> **PROBLEM TO SOLVE**: Your task is to transcribe the entries below exactly, from their first line down to the line containing "thick (verified). ' +", and to stop there.

Stored items:
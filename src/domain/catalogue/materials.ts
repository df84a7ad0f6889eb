/**
 * Alloy and panel material constants, each with its source and how sure we are of it
 * ("verified", "partly", "derived", "recalled from memory", "common practice").
 * Units: MPa, kg/m³, mm.
 */

/** MPa in one ksi: 1000 lbf/in² = 4448.2216152605 N / 645.16 mm² (derived from exact definitions). */
export const MPA_PER_KSI = 4448.2216152605 / 645.16;

/** Converts ksi to MPa. */
export function ksiToMpa(ksi: number): number {
  return ksi * MPA_PER_KSI;
}

/** Converts MPa to ksi. */
export function mpaToKsi(mpa: number): number {
  return mpa / MPA_PER_KSI;
}

export interface Alloy {
  id: '6063-T5' | '6063-T6' | '6061-T6' | '6105-T5';
  name: string;
  /** MPa */
  elasticModulus: number;
  /** kg/m³ */
  density: number;
  /** MPa, ASTM B221 minimum */
  minYield: number;
  /** MPa, ASTM B221 minimum */
  minTensile: number;
  poissonRatio: number;
  source: string;
}

/** Coefficient of thermal expansion of 6063-T6, per kelvin (23.4 µm/(m·K); ASM / MatWeb, verified). */
export const ALUMINIUM_THERMAL_EXPANSION_PER_K = 23.4e-6;

/** Eurocode 9 design values for aluminium, EN 1999-1-1 §3.2.5 (verified). MPa, kg/m³, 1/K. */
export const EUROCODE_9_ALUMINIUM = {
  elasticModulus: 70_000,
  shearModulus: 27_000,
  poissonRatio: 0.3,
  thermalExpansionPerK: 23e-6,
  density: 2700,
} as const;

export const alloys: Alloy[] = [
  {
    id: '6063-T5',
    name: '6063-T5 aluminium',
    elasticModulus: 68_900,
    density: 2700,
    minYield: 110,
    minTensile: 152,
    poissonRatio: 0.33,
    source:
      'Yield 110 MPa (16 ksi) / tensile 152 MPa (22 ksi): ASTM B221 minimums up to 0.5 in thick (verified). ' +
      'Modulus, density and Poisson ratio taken as the 6063 family values (Aluminum Association data via ASM / MatWeb, verified for 6063-T6).',
  },
  {
    id: '6063-T6',
    name: '6063-T6 aluminium',
    elasticModulus: 68_900,
    density: 2700,
    minYield: 172,
    minTensile: 207,
    poissonRatio: 0.33,
    source:
      'Modulus 68.9 GPa (10,000 ksi), density 2.70 g/cm³, Poisson 0.33: Aluminum Association data via ASM / MatWeb (verified). ' +
      'Yield 172 MPa (25 ksi) / tensile 207 MPa (30 ksi): ASTM B221 minimums (verified).',
  },
  {
    id: '6061-T6',
    name: '6061-T6 aluminium',
    elasticModulus: 68_900,
    density: 2700,
    minYield: 241,
    minTensile: 262,
    poissonRatio: 0.33,
    source:
      'Yield 241 MPa (35 ksi) / tensile 262 MPa (38 ksi): ASTM B221 extrusion minimums (verified). ' +
      'Modulus 68.9 GPa, density 2.70 g/cm³ and Poisson 0.33 recalled from memory (ASM / MatWeb), not checked.',
  },
  {
    id: '6105-T5',
    name: '6105-T5 aluminium',
    elasticModulus: 68_900,
    density: 2700,
    minYield: 241,
    minTensile: 262,
    poissonRatio: 0.33,
    source:
      'Yield 241 MPa (35 ksi) / tensile 262 MPa (38 ksi) up to 0.5 in: ASTM B221 via a secondary source (partly). ' +
      'Modulus 68.9 GPa, density 2.70 g/cm³ and Poisson 0.33 recalled from memory, not checked.',
  },
];

/** The alloy with this id; throws for an unknown id. */
export function getAlloy(id: string): Alloy {
  const alloy = alloys.find((candidate) => candidate.id === id);
  if (!alloy) throw new Error(`Unknown alloy “${id}”. Known alloys: ${alloys.map((a) => a.id).join(', ')}.`);
  return alloy;
}

// ---------------------------------------------------------------------------------------------
// Panels

export interface PanelMaterialSpec {
  id: string;
  name: string;
  /** kg/m³ (an equivalent density for layered or perforated sheet) */
  density: number;
  /** mm, common sheet thicknesses */
  thicknesses: number[];
  appearance: 'clear' | 'tinted' | 'opaque' | 'perforated';
  /** hex colour for rendering, our own choice */
  color: string;
  /** 0..1 for rendering, our own choice */
  opacity: number;
  source: string;
  /** Sheet thickness tolerance ± (fixed + share·t) mm. */
  thicknessTolerance: { fixed: number; share: number; source: string };
  /** Bending modulus, MPa, for shelf sag; null when Slotwise has no figure. */
  elasticModulus: number | null;
  /** Linear thermal expansion, per kelvin. */
  thermalExpansion: number;
  /** Figures behind the three fields above. */
  mechanicalSource: string;
}

/** Aluminium composite panel build-up, 4 mm: two 0.5 mm aluminium skins on a 3 mm polyethylene core (common build-up). */
export const ACM_4MM_LAYERS = { skinThickness: 0.5, coreThickness: 3, skinDensity: 2700, coreDensity: 930 } as const;

/** Areal mass in kg/m² of the 4 mm aluminium composite panel, from its layers (derived; ~5.5 kg/m²). */
export function aluminiumCompositeArealMass(layers: typeof ACM_4MM_LAYERS = ACM_4MM_LAYERS): number {
  return (2 * layers.skinThickness * layers.skinDensity + layers.coreThickness * layers.coreDensity) / 1000;
}

/**
 * Open-area fraction of round holes of diameter d on a 60° staggered pitch p (mm in): π d² / (2√3 p²).
 * Geometry, derived; the 5 mm on 8 mm pattern below is a common one (recalled from memory).
 */
export function staggeredRoundHoleOpenArea(holeDiameter: number, pitch: number): number {
  return (Math.PI * holeDiameter ** 2) / (2 * Math.sqrt(3) * pitch ** 2);
}

export const PERFORATED_PATTERN = { holeDiameter: 5, pitch: 8 } as const;
const PERFORATED_OPEN_AREA = staggeredRoundHoleOpenArea(PERFORATED_PATTERN.holeDiameter, PERFORATED_PATTERN.pitch);
const ACM_THICKNESS = ACM_4MM_LAYERS.skinThickness * 2 + ACM_4MM_LAYERS.coreThickness;

export const panelMaterialSpecs: PanelMaterialSpec[] = [
  {
    id: 'acrylic',
    name: 'Acrylic (PMMA), clear',
    density: 1180,
    thicknesses: [3, 4.5, 5, 6, 8, 10],
    appearance: 'clear',
    color: '#cfe9ee',
    opacity: 0.3,
    source: 'Density 1.18 g/cm³ (range 1.16–1.20), verified. Thicknesses common practice, no source.',
    thicknessTolerance: { fixed: 0.4, share: 0.1, source: 'Cast acrylic, ISO 7823-1: ±(0.4 + 0.1·t) mm (check-values, verified)' },
    elasticModulus: 3200,
    thermalExpansion: 70e-6,
    mechanicalSource: 'E about 3.2 GPa and expansion about 70 µm/(m·K), from memory.',
  },
  {
    id: 'polycarbonate',
    name: 'Polycarbonate, clear',
    density: 1200,
    thicknesses: [3, 4.5, 5, 6, 8, 10],
    appearance: 'clear',
    color: '#dbe8e4',
    opacity: 0.35,
    source: 'Density 1.20–1.22 g/cm³, verified (lower end used). Thicknesses common practice, no source.',
    thicknessTolerance: { fixed: 0, share: 0.05, source: 'Extruded sheet, about ±5 % (from memory)' },
    elasticModulus: 2300,
    thermalExpansion: 65e-6,
    mechanicalSource: 'E about 2.3 GPa and expansion about 65 µm/(m·K), from memory.',
  },
  {
    id: 'hdpe',
    name: 'HDPE sheet',
    density: 950,
    thicknesses: [3, 6, 10, 12],
    appearance: 'opaque',
    color: '#ecebe4',
    opacity: 1,
    source: 'Density 0.93–0.97 g/cm³, verified (mid-range used). Thicknesses common practice, no source.',
    thicknessTolerance: { fixed: 0, share: 0.05, source: 'Extruded sheet, about ±5 % (from memory)' },
    elasticModulus: 900,
    thermalExpansion: 150e-6,
    mechanicalSource: 'E about 0.9 GPa and expansion about 150 µm/(m·K), from memory.',
  },
  {
    id: 'abs',
    name: 'ABS sheet',
    density: 1050,
    thicknesses: [2, 3, 4, 6],
    appearance: 'opaque',
    color: '#34383d',
    opacity: 1,
    source: 'Density 1.04–1.07 g/cm³, partly (secondary source; mid-range used). Thicknesses common practice, no source.',
    thicknessTolerance: { fixed: 0, share: 0.05, source: 'Extruded sheet, about ±5 % (from memory)' },
    elasticModulus: 2200,
    thermalExpansion: 80e-6,
    mechanicalSource: 'E about 2.2 GPa and expansion about 80 µm/(m·K), from memory.',
  },
  {
    id: 'acm',
    name: 'Aluminium composite panel 4 mm',
    density: (aluminiumCompositeArealMass() * 1000) / ACM_THICKNESS,
    thicknesses: [ACM_THICKNESS],
    appearance: 'opaque',
    color: '#b9bec4',
    opacity: 1,
    source:
      'Equivalent density derived from the 4 mm build-up (0.5 mm aluminium skins at 2,700 kg/m³, 3 mm PE core at 930 kg/m³ — core density recalled from memory): about 5.5 kg/m² (derived). Valid for 4 mm only.',
    thicknessTolerance: { fixed: 0.2, share: 0, source: 'About ±0.2 mm (from memory)' },
    elasticModulus: null,
    thermalExpansion: 24e-6,
    mechanicalSource: 'Composite build-up: no single modulus, so no sag estimate; expansion close to the aluminium skins, about 24 µm/(m·K), from memory.',
  },
  {
    id: 'perforated-aluminium',
    name: 'Perforated aluminium sheet',
    density: 2700 * (1 - PERFORATED_OPEN_AREA),
    thicknesses: [1, 1.5, 2],
    appearance: 'perforated',
    color: '#a9b0b7',
    opacity: 0.7,
    source:
      'Equivalent density = 2,700 kg/m³ × (1 − open area). Round 5 mm holes on an 8 mm staggered pitch (common practice, recalled from memory) give about 35 % open area (derived from the geometry).',
    thicknessTolerance: { fixed: 0.1, share: 0, source: 'About ±0.1 mm (from memory)' },
    elasticModulus: null,
    thermalExpansion: 23.4e-6,
    mechanicalSource: 'Perforations make the bending stiffness uncertain, so no sag estimate; expansion of aluminium 23.4 µm/(m·K) (6063-T6, verified).',
  },
  {
    id: 'plywood',
    name: 'Plywood',
    density: 600,
    thicknesses: [6, 9, 12, 18],
    appearance: 'opaque',
    color: '#c9a46c',
    opacity: 1,
    source: 'Density 500–700 kg/m³, partly (mid-range used; varies by species). Thicknesses common practice, no source.',
    thicknessTolerance: { fixed: 0.3, share: 0.03, source: 'About ±(0.3 + 3 %) mm (from memory; plywood thickness varies by grade)' },
    elasticModulus: 7000,
    thermalExpansion: 7e-6,
    mechanicalSource: 'E about 7 GPa along the face grain (varies 5–9 GPa by species and lay-up) and expansion about 7 µm/(m·K) in the plane, from memory.',
  },
  {
    id: 'mdf',
    name: 'MDF',
    density: 750,
    thicknesses: [6, 9, 12, 18],
    appearance: 'opaque',
    color: '#a9825a',
    opacity: 1,
    source: 'Density 500–1,000 kg/m³, partly (a typical board value used). Thicknesses common practice, no source.',
    thicknessTolerance: { fixed: 0.2, share: 0, source: 'About ±0.2 mm (from memory)' },
    elasticModulus: 3000,
    thermalExpansion: 10e-6,
    mechanicalSource: 'E about 3 GPa and expansion about 10 µm/(m·K), from memory.',
  },
];

/** The panel material with this id; throws for an unknown id. */
export function getPanelMaterialSpec(id: string): PanelMaterialSpec {
  const spec = panelMaterialSpecs.find((candidate) => candidate.id === id);
  if (!spec) throw new Error(`Unknown panel material “${id}”.`);
  return spec;
}

/** Upper thickness tolerance ± in mm of a sheet of this material and nominal thickness (mm). */
export function sheetThicknessTolerance(spec: Pick<PanelMaterialSpec, 'thicknessTolerance'>, thickness: number): number {
  return spec.thicknessTolerance.fixed + spec.thicknessTolerance.share * thickness;
}

/** Panel mass in kg from its size in mm and the material's (equivalent) density. */
export function panelMass(spec: Pick<PanelMaterialSpec, 'density'>, width: number, height: number, thickness: number): number {
  return (spec.density * width * height * thickness) / 1e9;
}

/**
 * Acrylic sheet thickness tolerance in mm (±) for a nominal thickness in mm: cast sheet ±(0.4 + 0.1·t)
 * (ISO 7823-1, verified); extruded ±10 % below 3 mm and ±5 % from 3 mm (ISO 7823-2, partly).
 */
export function acrylicThicknessTolerance(thickness: number, kind: 'cast' | 'extruded'): number {
  if (kind === 'cast') return 0.4 + 0.1 * thickness;
  return thickness < 3 ? 0.1 * thickness : 0.05 * thickness;
}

> **YOUR SOLUTION**:
filename src/domain/catalogue/materials.ts
repository df84a7ad0f6889eb
/**
 * Alloy and panel material constants, each with its source and how sure we are of it
 * ("verified", "partly", "derived", "recalled from memory", "common practice").
 * Units: MPa, kg/m³, mm.
 */

/** MPa in one ksi: 1000 lbf/in² = 4448.2216152605 N / 645.16 mm² (derived from exact definitions). */
export const MPA_PER_KSI = 4448.2216152605 / 645.16;

/** Converts ksi to MPa. */
export function ksiToMpa(ksi: number): number {
  return ksi * MPA_PER_KSI;
}

/** Converts MPa to ksi. */
export function mpaToKsi(mpa: number): number {
  return mpa / MPA_PER_KSI;
}

export interface Alloy {
  id: '6063-T5' | '6063-T6' | '6061-T6' | '6105-T5';
  name: string;
  /** MPa */
  elasticModulus: number;
  /** kg/m³ */
  density: number;
  /** MPa, ASTM B221 minimum */
  minYield: number;
  /** MPa, ASTM B221 minimum */
  minTensile: number;
  poissonRatio: number;
  source: string;
}

/** Coefficient of thermal expansion of 6063-T6, per kelvin (23.4 µm/(m·K); ASM / MatWeb, verified). */
export const ALUMINIUM_THERMAL_EXPANSION_PER_K = 23.4e-6;

/** Eurocode 9 design values for aluminium, EN 1999-1-1 §3.2.5 (verified). MPa, kg/m³, 1/K. */
export const EUROCODE_9_ALUMINIUM = {
  elasticModulus: 70_000,
  shearModulus: 27_000,
  poissonRatio: 0.3,
  thermalExpansionPerK: 23e-6,
  density: 2700,
} as const;

export const alloys: Alloy[] = [
  {
    id: '6063-T5',
    name: '6063-T5 aluminium',
    elasticModulus: 68_900,
    density: 2700,
    minYield: 110,
    minTensile: 152,
    poissonRatio: 0.33,
    source:
      'Yield 110 MPa (16 ksi) / tensile 152 MPa (22 ksi): ASTM B221 minimums up to 0.5 in thick (verified). ' +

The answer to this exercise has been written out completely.